A simulation of a multi-agent swarm performing the retrieval of resources.
This project has two main components:
- a simulator that can run either headless or visual simulations of swarms
- an evolver that uses Evolutionary Programming to evolve the FSM of the swarm
To get started quickly, I would recommend that you create a virtualenv for the code and install the requirements and libraries for the code into that environment. If you don't have virtualenv installed you can do so with the following command:
$ pip install virtualenv
Then to install both the evolution packages and the swarm package:
$ mkvirtualenv venv
$ python setup.py install
Running the code is now fairly straight forward; to run a visual simulation of the particle swarms use the runsim.py
program in the bin folder:
$ python bin/runsim.py visual
Note that you can get help and the various options using the --help
flag. At this point you should see the visual simulation start running with the default configuration. If you would like to use a different configuration (say one that has been evolved) pass it in with the -c /path/to/conf.yaml
option.
Please let us know if you have any trouble!
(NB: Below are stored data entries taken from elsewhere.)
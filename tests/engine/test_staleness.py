"""Verdicts and their sentences."""

import json

import pytest
from small_stages import Multiply, ReadNumber, Sum, sketch_of_sum, write_source

from skykiln.engine.chains import chain_of
from skykiln.engine.lots import bake_depth_first
from skykiln.engine.staleness import MAY_RUN, UP_TO_DATE, WILL_RUN, staleness
from skykiln.engine.stamps import void_stamp


@pytest.fixture
def folder(tmp_path):
    write_source(tmp_path, "20 first")
    bake_depth_first(sketch_of_sum(tmp_path), {})
    return tmp_path


def _verdicts(target):
    return {v.stage.title: (v.state, *v.reasons) for v in chain_of(target).verdicts}


def test_what_was_never_baked_will_run(tmp_path):
    assert _verdicts(sketch_of_sum(tmp_path)) == {
        "number": (WILL_RUN, "was never baked"),
        "multiple": (WILL_RUN, "was never baked"),
        "sum": (WILL_RUN, "was never baked"),
    }


def test_what_is_baked_is_up_to_date(folder):
    assert _verdicts(sketch_of_sum(folder)) == dict.fromkeys(("number", "multiple", "sum"), (UP_TO_DATE,))


def test_new_pin_makes_what_follows_wait(folder):
    assert _verdicts(sketch_of_sum(folder, pin="2")) == {
        "number": (WILL_RUN, "source changed"),
        "multiple": (MAY_RUN, "runs if number changes"),
        "sum": (MAY_RUN, "runs if number or multiple changes"),
    }


def test_unreadable_pin_tells_the_cause(folder):
    verdicts = _verdicts(sketch_of_sum(folder, pin="unreadable: No such file or directory"))
    assert verdicts["number"][1] == "source is unreadable: No such file or directory"


def test_setting_tells_its_values_before_and_after(folder):
    assert _verdicts(sketch_of_sum(folder, factor=3))["multiple"] == (WILL_RUN, "factor was 2, is 3")


@pytest.mark.parametrize(
    ("before", "after", "sentence"),
    [
        (3 / 7, 0.4, "factor was 0.4286, is 0.4"),
        (0.42861, 0.42862, "factor was 0.42861, is 0.42862"),
        ([0.0, 1 / 3], [0.0, 0.5], "factor was [0, 0.3333], is [0, 0.5]"),
        (None, 12000.0, "factor was null, is 12000"),
        (True, "auto", "factor was true, is auto"),
    ],
)
def test_numbers_are_told_as_short_as_tells_them_apart(folder, monkeypatch, before, after, sentence):
    monkeypatch.setattr(Multiply, "make", lambda stage, inputs: {"multiple": {"value": 0}})
    bake_depth_first(sketch_of_sum(folder, factor=before, stage=Multiply), {})
    verdict = staleness(sketch_of_sum(folder, factor=after, stage=Multiply), {})
    assert verdict.reasons == (sentence,)


def test_new_and_dropped_settings_are_told(folder, monkeypatch):
    monkeypatch.setattr(Multiply, "settings", lambda stage: {"power": 1})
    assert _verdicts(sketch_of_sum(folder))["multiple"][1:] == (
        "factor is no longer a setting",
        "power is a new setting",
    )


def test_new_and_dropped_inputs_are_told(folder, monkeypatch):
    def other_inputs(stage):
        return {"addend": stage.beside(ReadNumber, plan=stage.plan)}

    monkeypatch.setattr(Multiply, "requires", other_inputs)
    assert _verdicts(sketch_of_sum(folder))["multiple"][1:] == (
        "number is a new input",
        "number is no longer an input",
    )


def test_new_outputs_are_told(folder, monkeypatch):
    monkeypatch.setattr(Multiply, "files", lambda stage: {"multiple": stage.at("multiple.json"), "b": "b"})
    assert _verdicts(sketch_of_sum(folder))["multiple"][1] == "its outputs are other ones now"


def test_code_version_is_told(folder, monkeypatch):
    monkeypatch.setattr(Sum, "version", 7)
    assert _verdicts(sketch_of_sum(folder))["sum"] == (WILL_RUN, "its code's version was 1, is 7")


def test_missing_and_spoiled_outputs_are_told(folder):
    (folder / "multiple.json").unlink()
    (folder / "sum.json").write_text("{}")
    verdicts = _verdicts(sketch_of_sum(folder))
    assert verdicts["multiple"] == (WILL_RUN, "multiple.json is missing")
    assert verdicts["sum"][:2] == (WILL_RUN, "sum.json was changed by something else")


def test_same_size_spoiled_output_is_found_by_its_bytes(folder):
    path = folder / "sum.json"
    path.write_bytes(path.read_bytes().replace(b"60", b"61"))
    assert _verdicts(sketch_of_sum(folder))["sum"][0] == WILL_RUN


@pytest.mark.parametrize("spoil", [b"", b"{", b"[]", b"{}", b'{"outputs": 3}', b"\xff"])
def test_stamp_that_can_t_be_understood_counts_as_an_unended_run(folder, spoil):
    (folder / "sum.json.stamp").write_bytes(spoil)
    assert _verdicts(sketch_of_sum(folder))["sum"] == (WILL_RUN, "its last run did not end")


def test_stamp_of_another_stage_is_not_believed(folder):
    path = folder / "sum.json.stamp"
    path.write_text(json.dumps({**json.loads(path.read_text()), "family": "skykiln.Product"}))
    assert _verdicts(sketch_of_sum(folder))["sum"][1] == "was made by another stage, skykiln.Product"


def test_voided_stamp_tells_its_reason(folder):
    void_stamp(folder / "sum.json.stamp", "was asked for again")
    assert _verdicts(sketch_of_sum(folder))["sum"] == (WILL_RUN, "was asked for again")


def test_diamond_is_judged_once(folder, monkeypatch):
    asked = []
    settings = ReadNumber.settings
    monkeypatch.setattr(ReadNumber, "settings", lambda stage: asked.append(stage) or settings(stage))
    staleness(sketch_of_sum(folder), {})
    assert len(asked) == 1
NOTE: It turns out that this library requires the installation and compiling of several C libraries, particularly for PyGame, Numpy, librabbitmq, amqp, etc. The discussion for this will be different depending on your machine, but we'd be glad to help out any way we can to get it running for you!
This package is designed to implement an offline (non-visual) search and retrieval simulation based on the implementation in [1]. This offline simulation will then be used to evaluate the fitness of various parameters that are loaded via YAML configuration file.
The package also has a viz library which implements a PyGame visual version of the simulator.
The evolver class makes use of Evolutionary Strategies and Evolutionary Programming to evolve the finite state machine that controls the behavior of each of the particles. This package uses Celery to do parallel, distributed processing of each simulation to compute fitness.
[1] A. Rodríguez and J. A. Reggia, “Extending self-organizing particle systems to problem solving,” Artificial Life, vol. 10, no. 4, pp. 379–395, 2004.